Но этим не кончилось. Алексей Дмитриевич начал все сильнее и сильнее отставать от передовой партии и усиленно старался дать понять всем и каждому, что его нельзя смешивать с нею. В его поведении стала замечаться какая-то трусливая осторожность. Он вдруг перестал говорить громкие фразы и нападал уже не на старую, а на молодую партию, стараясь выгородить себя из ее кружка. Это был недобрый знак. Жена Алексея Дмитриевича действовала прямее и не ограничилась одними предостережениями и намеками. Она не из каких-нибудь глубоких соображений, а просто из личной мелочной ненависти решилась проучить Александра Флегонтовича и стала толковать о том, что таких людей не следует пускать в дом, что они могут оказаться замешанными в какое-нибудь дело, могут навлечь неприятности на тех, к кому они были вхожи в дома, что во всяком случае они ставят своих знакомых в двусмысленное положение.

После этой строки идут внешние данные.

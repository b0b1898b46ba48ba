"""The JSON solution format (also what :meth:`Solution.to_dict` writes).

``{"items": [{"id", "text", "loadings": {factor: loading}, "reverse": bool|null, "extras": {}}],
"factors": [{"id", "name", "definition"}], "phi": {F1: {F2: r}} or {"factors": [...], "matrix": [[...]]},
"meta": {key: value}}``. Only ``items`` is required.
"""

from __future__ import annotations

import json
import math

from labelstudy.errors import SolutionImportError
from labelstudy.solution._build import (ItemsPart, assemble, check_phi, checked_loading, meta_from_pairs,
                                        missing_loading_message)
from labelstudy.solution._cells import cell_text, parse_flag, parse_number
from labelstudy.solution.model import Factor, Item, Solution

__all__ = ["read_json", "solution_from_mapping"]


def read_json(data: bytes, file: str, *, require_text: bool) -> Solution:
    """Parse JSON bytes (UTF-8, byte-order mark allowed) into a checked solution."""
    try:
        text = data.decode("utf-8-sig")
    except UnicodeDecodeError:
        raise SolutionImportError("a JSON file must be UTF-8 text", file=file) from None
    if not text.strip():
        raise SolutionImportError("the file is empty", file=file)
    try:
        doc = json.loads(text, parse_constant=_reject_constant)
    except (ValueError, RecursionError) as e:
        where = f" (line {e.lineno}, column {e.colno})" if isinstance(e, json.JSONDecodeError) else ""
        raise SolutionImportError(f"this is not valid JSON{where}", file=file) from None
    return solution_from_mapping(doc, file, require_text=require_text)


def _reject_constant(name):
    raise ValueError(f"{name} is not allowed")


def _str(value, what: str, err) -> str:
    if isinstance(value, bool) or not isinstance(value, (str, int, float)):
        raise err(f"{what} must be text")
    return cell_text(value)


def _number(value, what: str, err) -> float:
    if isinstance(value, bool) or not isinstance(value, (int, float)):
        if isinstance(value, str):
            v = parse_number(value)
            if v is not None:
                return v
        raise err(f"{what} is not numeric: {value!r}" if not isinstance(value, (dict, list))
                  else f"{what} is not numeric")
    try:
        v = float(value)
    except OverflowError:
        raise err(f"{what} is not a usable number") from None
    if not math.isfinite(v):
        raise err(f"{what} is not a finite number")
    return v


def solution_from_mapping(doc, file: str, *, require_text: bool, from_store: bool = False) -> Solution:
    """Check a parsed JSON document and build the solution.

    ``from_store`` (used by :meth:`Solution.from_dict`) lets an emptied name or text pass: a stored study
    may hold a name that a researcher is still writing.
    """
    def err(msg):
        return SolutionImportError(msg, file=file)

    if not isinstance(doc, dict):
        raise err("a JSON solution must be an object with an \"items\" list")
    raw_items = doc.get("items")
    if not isinstance(raw_items, list) or not raw_items:
        raise err("a JSON solution needs a non-empty \"items\" list")
    has_text = any(isinstance(it, dict) and "text" in it for it in raw_items)
    notes: list[str] = []
    if not has_text:
        if require_text:
            raise err("no item has a \"text\": add the wording judges will read to every item")
        notes.append("no item text; texts must be added before judges can see the items "
                     "(the item ids stand in for now)")
    items: list[Item] = []
    loading_ids: list[str] | None = None
    seen: dict[str, int] = {}
    for k, it in enumerate(raw_items):
        where = f"items[{k}]"
        if not isinstance(it, dict):
            raise err(f"{where} must be an object")
        if "id" not in it:
            raise err(f"{where} has no \"id\"")
        item_id = _str(it["id"], f"{where}.id", err)
        if not item_id:
            raise err(f"{where} has an empty \"id\"")
        where = f"{where} (item {item_id!r})"
        if item_id.casefold() in seen:
            raise err(f"duplicate item id {item_id!r} (first used in items[{seen[item_id.casefold()]}])")
        seen[item_id.casefold()] = k
        if has_text:
            text = _str(it.get("text", ""), f"{where}.text", err) if it.get("text") is not None else ""
            if not text and not from_store:
                raise err(f"item {item_id!r} has no text; write the wording judges will read")
        else:
            text = item_id
        loadings = it.get("loadings")
        if not isinstance(loadings, dict) or not loadings:
            raise err(f"{where} needs \"loadings\": an object of factor id -> loading")
        ids = [_str(f, f"{where} factor id", err) for f in loadings]
        if any(not f for f in ids) or len(set(ids)) != len(ids):
            raise err(f"{where}: factor ids in \"loadings\" must be non-empty and distinct")
        if loading_ids is None:
            loading_ids = ids
            if len(ids) < 2:
                raise err(f"fewer than two factors: only {ids[0]!r}; labels can only be told apart with "
                          f"two or more factors")
        values = dict(zip(ids, loadings.values()))
        for f in loading_ids:
            if f not in values or values[f] is None or values[f] == "":
                raise err(missing_loading_message(item_id, f, False))
        extra = [f for f in ids if f not in loading_ids]
        if extra:
            raise err(f"{where} has loadings on {', '.join(extra)}, which the first item does not have")
        pairs = tuple((f, checked_loading(_number(values[f], f"the loading of item {item_id!r} on factor {f!r}",
                                                  err), item_id, f, err)) for f in loading_ids)
        reverse = it.get("reverse", it.get("reverse_keyed"))
        if reverse is not None:
            flag = parse_flag(reverse) if isinstance(reverse, (bool, int, float, str)) else None
            if flag is None:
                raise err(f"{where}: \"reverse\" must be true, false or null")
            reverse = flag
        extras = it.get("extras") or {}
        if not isinstance(extras, dict):
            raise err(f"{where}: \"extras\" must be an object")
        kept = tuple((_str(a, f"{where} extras key", err), _str(b, f"{where} extras value", err))
                     for a, b in extras.items())
        items.append(Item(item_id, text, pairs, reverse, kept))
    part = ItemsPart(file, items, list(loading_ids), [None] * len(items), notes)
    factors = _factors(doc.get("factors"), err, notes, lenient=from_store)
    phi = _phi(doc.get("phi"), file, err)
    meta = _meta(doc.get("meta"), file, err)
    return assemble(part, factors, file, phi, meta, file, [])


def _factors(raw, err, notes, lenient: bool = False) -> list[Factor] | None:
    if raw is None:
        return None
    if not isinstance(raw, list) or not raw:
        raise err("\"factors\" must be a non-empty list of {\"id\", \"name\", \"definition\"}")
    out, seen, undefined = [], set(), []
    for k, f in enumerate(raw):
        if not isinstance(f, dict):
            raise err(f"factors[{k}] must be an object")
        fid = _str(f.get("id", ""), f"factors[{k}].id", err)
        if not fid:
            raise err(f"factors[{k}] has no \"id\"")
        if fid in seen:
            raise err(f"factor {fid!r} is listed twice")
        seen.add(fid)
        name = _str(f.get("name") or "", f"factors[{k}].name", err)
        if not name and not lenient:
            raise err(f"factor {fid!r} has no name")
        definition = _str(f.get("definition") or "", f"factors[{k}].definition", err)
        if not definition:
            undefined.append(fid)
        out.append(Factor(fid, name, definition))
    if undefined:
        notes.append(f"factors without a definition (to be written): {', '.join(undefined)}")
    return out


def _phi(raw, file, err):
    if raw is None:
        return None
    if not isinstance(raw, dict):
        raise err("\"phi\" must be an object")
    if "matrix" in raw:
        ids, matrix = raw.get("factors"), raw.get("matrix")
        if not isinstance(ids, list) or not isinstance(matrix, list):
            raise err("\"phi\" needs \"factors\" (a list of ids) and \"matrix\" (a list of rows)")
        ids = [_str(f, "phi factor id", err) for f in ids]
        if len(set(ids)) != len(ids) or not all(ids):
            raise err("phi factor ids must be non-empty and distinct")
        if len(matrix) != len(ids) or any(not isinstance(r, list) or len(r) != len(ids) for r in matrix):
            raise err(f"phi is not square: it must have {len(ids)} rows of {len(ids)} values")
        cells = {(r, c): matrix[a][b] for a, r in enumerate(ids) for b, c in enumerate(ids)}
    else:
        ids = [_str(f, "phi factor id", err) for f in raw]
        if len(set(ids)) != len(ids) or not all(ids):
            raise err("phi factor ids must be non-empty and distinct")
        rows = dict(zip(ids, raw.values()))
        cells = {}
        for r in ids:
            if not isinstance(rows[r], dict):
                raise err(f"phi row {r!r} must be an object of factor id -> correlation")
            for c, v in rows[r].items():
                c = _str(c, "phi factor id", err)
                if c not in ids:
                    raise err(f"phi row {r!r} names {c!r}, which has no phi row of its own (phi is not square)")
                cells[(r, c)] = v
        for r in ids:
            cells.setdefault((r, r), 1.0)
    for key, v in cells.items():
        if v is not None and (isinstance(v, bool) or not isinstance(v, (int, float, str))):
            raise err(f"phi value for {key[0]}/{key[1]} is not numeric")
        if isinstance(v, (int, float)) and not isinstance(v, bool):
            cells[key] = _number(v, f"phi value for {key[0]}/{key[1]}", err)
    return check_phi(file, ids, cells, False, lambda r, c: (None, None))


def _meta(raw, file, err) -> dict[str, str]:
    if raw is None:
        return {}
    if not isinstance(raw, dict):
        raise err("\"meta\" must be an object of key -> value")
    pairs = []
    for k, v in raw.items():
        if v is not None and (isinstance(v, (dict, list))):
            raise err(f"meta value for {k!r} must be text or a number")
        pairs.append((str(k), "" if v is None else cell_text(v), None))
    return meta_from_pairs(file, pairs)
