Every check that can refuse a file lives here or in the readers, and every refusal is a
:class:`SolutionImportError` naming the file, and the row and column where there is one.
"""

from __future__ import annotations

import re
from dataclasses import dataclass, field

from labelstudy.errors import SolutionImportError
from labelstudy.solution._cells import (RawTable, cell_text, describe_bad_number, is_blank, parse_flag,
                                        parse_number)
from labelstudy.solution.model import Factor, Item, Solution

__all__ = ["items_from_table", "factors_from_table", "phi_from_table", "meta_from_table", "assemble",
           "ItemsPart", "PhiPart", "PHI_TOLERANCE"]

TEXT_HEADERS = ("text", "item_text", "wording", "label")
REVERSE_HEADERS = ("reverse", "reversed", "reverse_keyed")
EXTRA_HEADERS = ("h2", "communality", "communalities", "u2", "uniqueness", "uniquenesses", "com",
                 "complexity", "comment", "comments", "note", "notes")
FACTOR_ID_HEADERS = ("factor", "id", "factor_id", "code")
FACTOR_NAME_HEADERS = ("name", "factor_name", "label", "title")
FACTOR_DEF_HEADERS = ("definition", "description", "def")
META_ALIASES = {"sample_size": "n", "samplesize": "n", "n_obs": "n", "nobs": "n", "cases": "n",
                "extraction_method": "extraction", "method": "extraction", "fm": "extraction",
                "rotation_method": "rotation", "rotate": "rotation"}
PHI_TOLERANCE = 1e-3  # symmetry and unit-diagonal tolerance for printed (rounded) matrices


def norm_header(h: str) -> str:
    """Header as matched against known names: lower case, runs of spaces/hyphens/dots as ``_``.

    >>> norm_header(" Item Text "), norm_header("reverse-keyed")
    ('item_text', 'reverse_keyed')
    """
    return re.sub(r"[\s\-.]+", "_", h.strip().lower()).strip("_")


@dataclass
class ItemsPart:
    """Items as read, loadings still in loading-column order, with where each came from."""

    file: str
    items: list[Item]
    loading_ids: list[str]
    locations: list[int | None] = field(default_factory=list)  # row numbers (tables) or None (JSON)
    notes: list[str] = field(default_factory=list)


@dataclass
class PhiPart:
    """A checked factor correlation matrix with its own factor ids."""

    file: str
    ids: list[str]
    values: dict[tuple[str, str], float]


def missing_loading_message(item_id: str, fid: str, workbook: bool) -> str:
    extra = (" (an empty cell, or a formula whose value was never saved: formulas are not evaluated, "
             "paste values instead)") if workbook else ""
    return (f"missing loading for item {item_id!r} on factor {fid!r}{extra}; export the full loading matrix "
            f"without hiding small loadings")


def checked_loading(value: float, item_id: str, fid: str, error) -> float:
    """Refuse an improper (Heywood) loading, ``|loading| > 1``."""
    if abs(value) > 1:
        raise error(f"Heywood case: item {item_id!r} has a loading of {value:g} on factor {fid!r} "
                    f"(|loading| > 1), an improper solution; fix the analysis (for example fewer factors "
                    f"or another extraction method) before labelling")
    return value


def items_from_table(t: RawTable, *, require_text: bool, workbook: bool = False) -> ItemsPart:
    """Read the items/loadings table (first column = item id; see the module docs for the rest)."""
    if len(t.header) < 2 and not t.rows:
        raise t.error("the items table has only a header row and no items")
    text_j = rev_j = None
    extras: list[int] = []
    factor_js: list[int] = []
    seen: dict[str, int] = {}
    for j, h in enumerate(t.header):
        if j == 0:
            continue
        key = norm_header(h)
        if not h:
            raise t.error("this column holds values but has no header; name the factor (or delete the "
                          "column)", t.header_row, j)
        if h in seen:
            raise t.error(f"the header {h!r} appears twice (also in column {t.column_name(seen[h])!r})",
                          t.header_row, j)
        seen[h] = j
        if key in TEXT_HEADERS and text_j is None:
            text_j = j
        elif key in REVERSE_HEADERS and rev_j is None:
            rev_j = j
        elif key in EXTRA_HEADERS:
            extras.append(j)
        else:
            factor_js.append(j)
    if not t.rows:
        raise t.error("the items table has a header but no item rows")
    notes: list[str] = []
    if text_j is None:
        if require_text:
            raise t.error("no item text column: add a column headed 'text' (or item_text, wording, label) "
                          "holding the wording judges will read")
        notes.append("no item text column; texts must be added before judges can see the items "
                     "(the item ids stand in for now)")
    if not factor_js:
        raise t.error("no loading columns: after the item id and text the table needs one numeric column "
                      "per factor")
    if len(factor_js) < 2:
        raise t.error(f"fewer than two factors: only the loading column {t.header[factor_js[0]]!r}; "
                      f"labels can only be told apart with two or more factors", t.header_row, factor_js[0])
    loading_ids = [t.header[j] for j in factor_js]
    items: list[Item] = []
    rows: list[int | None] = []
    first_seen: dict[str, int] = {}
    for n, cells in t.rows:
        item_id = cell_text(cells[0])
        if not item_id:
            raise t.error("this row has values but no item id", n, 0)
        folded = item_id.casefold()
        if folded in first_seen:
            raise t.error(f"duplicate item id {item_id!r} (first used in row {first_seen[folded]})", n, 0)
        first_seen[folded] = n
        if text_j is None:
            text = item_id
        else:
            text = cell_text(cells[text_j])
            if not text:
                raise t.error(f"item {item_id!r} has no text; write the wording judges will read", n, text_j)
        loadings = []
        for j in factor_js:
            fid = t.header[j]
            cell = cells[j]
            if is_blank(cell):
                raise t.error(missing_loading_message(item_id, fid, workbook), n, j)
            value = parse_number(cell, decimal_comma=t.decimal_comma)
            if value is None:
                raise t.error(f"the loading of item {item_id!r} on factor {fid!r} is not numeric: "
                              f"{describe_bad_number(cell, t.decimal_comma)}", n, j)
            loadings.append((fid, checked_loading(value, item_id, fid, lambda m: t.error(m, n, j))))
        reverse = None
        if rev_j is not None:
            reverse = parse_flag(cells[rev_j])
            if reverse is None:
                raise t.error(f"reverse-keyed flag of item {item_id!r} must be 1/0, yes/no, y/n, true/false "
                              f"or blank, not {cell_text(cells[rev_j])!r}", n, rev_j)
        kept = tuple((t.header[j], cell_text(cells[j])) for j in extras if not is_blank(cells[j]))
        items.append(Item(item_id, text, tuple(loadings), reverse, kept))
        rows.append(n)
    return ItemsPart(t.file, items, loading_ids, rows, notes)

– Но ты же сама пригласила его в учителя? – заметил муж.
– Пригласила, значит, могу и отказать. Ты понимаешь, что теперь не такое время, чтобы терпеть у себя в доме подобных людей…
– Он может повредить Сереже.
Жена пожала плечами.
– Он? Повредит? Его можно устранить, – заметила она. Алексей Дмитриевич посмотрел вопросительно.
– Я никак не думала, что он такой зловредный человек, – проговорила она. – Я удивляюсь Давыдову, что он держит подобных учителей. Через них он может потерять всех учеников из нашего круга…
Через несколько дней после этого разговора она написала Александру Флегонтовичу, что, к сожалению, она не может более вверять ему образование своего сына. Александр Флегонтович пожал плечами и бросил записку. У него не было недостатка в уроках, и потому он не особенно печалился потерей нескольких рублей.